Kourosh Banihashemian,  Razieh Etesami Pour, Mansour Moazzen, “Frontal acquired brain injury, substance abuse and their common psychological symptoms in the Iranian population”.

The editors and  publisher would like to inform the readers that the following article has been retracted from publication in Brain Injury:

K. Banihashemian,  R. Etesami Pour, M. Moazzen, Frontal acquired brain injury, substance abuse and their common psychological symptoms in the Iranian population, Brain Injury, 2011, 25(12), 1249-1255

This article has been found to reproduce content to a high degree of similarity, without appropriate attribution or acknowledgement by the authors, from the following original article:

A. Caracuel, A. Verdejo-García, R. Vilar-Lopez, M. Perez-Garcia, l. Salinas, G. Cuberos, ct al., Frontal behavioural and emotional symptoms in Spanish individuals with acquired brain injury and substance use disorders, Archives of Clinical Neuropsychology, 2008, 23(4), 447-454

The journal contacted the authors to investigate and received a response from K. Banihashemian on behalf of all authors. It was agreed that the text in the article was almost word-for-word identical to the text published in Archives of Clinical Neuropsychology.
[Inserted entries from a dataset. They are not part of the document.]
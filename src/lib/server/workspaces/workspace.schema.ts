import { z } from 'zod';
import {
	emailField,
	nameField,
	newPasswordField,
	roleField,
	workspaceNameField
} from '$lib/forms/auth.schema';
import { storableText, UNSTORABLE } from '$lib/forms/storable';

/*
 * The workspace page's and the invitation page's forms, checked on the server only (the page's components post plain forms and show
 * the field messages that come back).
 */

/** Naming a workspace: creating one, or renaming it. */
export const workspaceNameSchema = z.object({ name: workspaceNameField });

/** Inviting someone by e-mail, with the role they will have. */
export const inviteSchema = z.object({ email: emailField, role: roleField });

const userIdField = z.string().min(1).max(100).refine(storableText, UNSTORABLE);

/** Giving a member another role. */
export const changeRoleSchema = z.object({ userId: userIdField, role: roleField });

/** Removing a member. */
export const memberSchema = z.object({ userId: userIdField });

/** Withdrawing an invitation. */
export const invitationSchema = z.object({ invitationId: z.uuid() });

/** Joining through an invitation without an account: a name and a new password, typed twice. */
export const joinSchema = z
	.object({ name: nameField, password: newPasswordField, confirm: z.string() })
	.refine((v) => v.password === v.confirm, { path: ['confirm'], message: 'The two passwords differ.' });
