// A workspace's own air pumps, entered from their data sheets; the air and water designer offers them
// beside the typical pump classes. Routes call the guard first (viewers read, editors write); every
// query here is scoped by the workspace, so a pump of another workspace is never found.
import { and, asc, count, eq } from 'drizzle-orm';
import type { AirPump } from '$lib/calc';
import { db } from '../db';
import { airPumps } from '../db/schema';

/** How many pumps one workspace keeps: a library of data sheets, not a catalogue. */
export const MAX_AIR_PUMPS = 100;

/** A stored pump: its id and the core's shape. */
export type WorkspaceAirPump = { id: string; pump: AirPump };

const UUID = /^[0-9a-f]{8}-[0-9a-f]{4}-[0-9a-f]{4}-[0-9a-f]{4}-[0-9a-f]{12}$/i;

const columns = {
	id: airPumps.id,
	name: airPumps.name,
	points: airPumps.points,
	inputWatts: airPumps.inputWatts,
	wireToAirPercent: airPumps.wireToAirPercent
};

type Row = {
	id: string;
	name: string;
	points: AirPump['points'];
	inputWatts: number | null;
	wireToAirPercent: number;
};

const shaped = ({ id, ...pump }: Row): WorkspaceAirPump => ({ id, pump });

/** The workspace's pumps by name. */
export async function listAirPumps(workspaceId: string): Promise<WorkspaceAirPump[]> {
	const rows = await db
		.select(columns)
		.from(airPumps)
		.where(eq(airPumps.workspaceId, workspaceId))
		.orderBy(asc(airPumps.name), asc(airPumps.createdAt));
	return rows.map(shaped);
}

/** One pump of the workspace, or null (also for an id that is not a UUID, or another workspace's pump). */
export async function findAirPump(workspaceId: string, pumpId: string): Promise<WorkspaceAirPump | null> {
	if (!UUID.test(pumpId)) return null;
	const [row] = await db
		.select(columns)
		.from(airPumps)
		.where(and(eq(airPumps.workspaceId, workspaceId), eq(airPumps.id, pumpId)));
	return row ? shaped(row) : null;
}

/** Stores a validated pump; 'full' when the workspace already keeps MAX_AIR_PUMPS. */
export async function createAirPump(workspaceId: string, pump: AirPump): Promise<{ id: string } | 'full'> {
	return db.transaction(async (tx) => {
		const [kept] = await tx
			.select({ n: count() })
			.from(airPumps)
			.where(eq(airPumps.workspaceId, workspaceId));
		if ((kept?.n ?? 0) >= MAX_AIR_PUMPS) return 'full' as const;
		const [row] = await tx
			.insert(airPumps)
			.values({ workspaceId, ...fields(pump) })
			.returning({ id: airPumps.id });
		return { id: row!.id };
	});
}

/** Replaces a pump's data sheet; false when the workspace has no such pump. */
export async function updateAirPump(workspaceId: string, pumpId: string, pump: AirPump): Promise<boolean> {
	if (!UUID.test(pumpId)) return false;
	const rows = await db
		.update(airPumps)
		.set({ ...fields(pump), updatedAt: new Date() })
		.where(and(eq(airPumps.workspaceId, workspaceId), eq(airPumps.id, pumpId)))
		.returning({ id: airPumps.id });
	return rows.length > 0;
}

/** Deletes a pump; false when the workspace has no such pump. */
export async function deleteAirPump(workspaceId: string, pumpId: string): Promise<boolean> {
	if (!UUID.test(pumpId)) return false;
	const rows = await db
		.delete(airPumps)
		.where(and(eq(airPumps.workspaceId, workspaceId), eq(airPumps.id, pumpId)))
		.returning({ id: airPumps.id });
	return rows.length > 0;
}

/** The columns a pump writes; only the schema's fields, never extra keys a body carried. */
const fields = (pump: AirPump) => ({
	name: pump.name,
	points: pump.points.map(({ pressureKPa, airLpm }) => ({ pressureKPa, airLpm })),
	inputWatts: pump.inputWatts,
	wireToAirPercent: pump.wireToAirPercent
});

/** A pump as the API answers it: its id beside the data sheet's fields (pressures in kPa gauge, air in L/min). */
export const airPumpJson = ({ id, pump }: WorkspaceAirPump) => ({ id, ...pump });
Brain Injury published this article in good faith, and on the basis of signed statements of the corresponding author regarding the originality and ethical reliability of their work. The article is withdrawn from all print and electronic editions.

The now-retracted paper has been cited just once, according to Thomson Scientific’s Web of Knowledge. It reminds us a bit of what happened to Brian Nosek when one of his yet-to-be-published papers was plagiarized.

Dawn Hunter, managing editor at Informa Healthcare, which publishes Brain Injury, tells us:

… the only concern about the paper we were able to confirm was the similarity to the other work. The original data was requested from the authors, who told us they no longer had the data due the time elapsed since the study. The authors’ institution was contacted but we did not receive a response.

Does that make this whole thing a brain drain?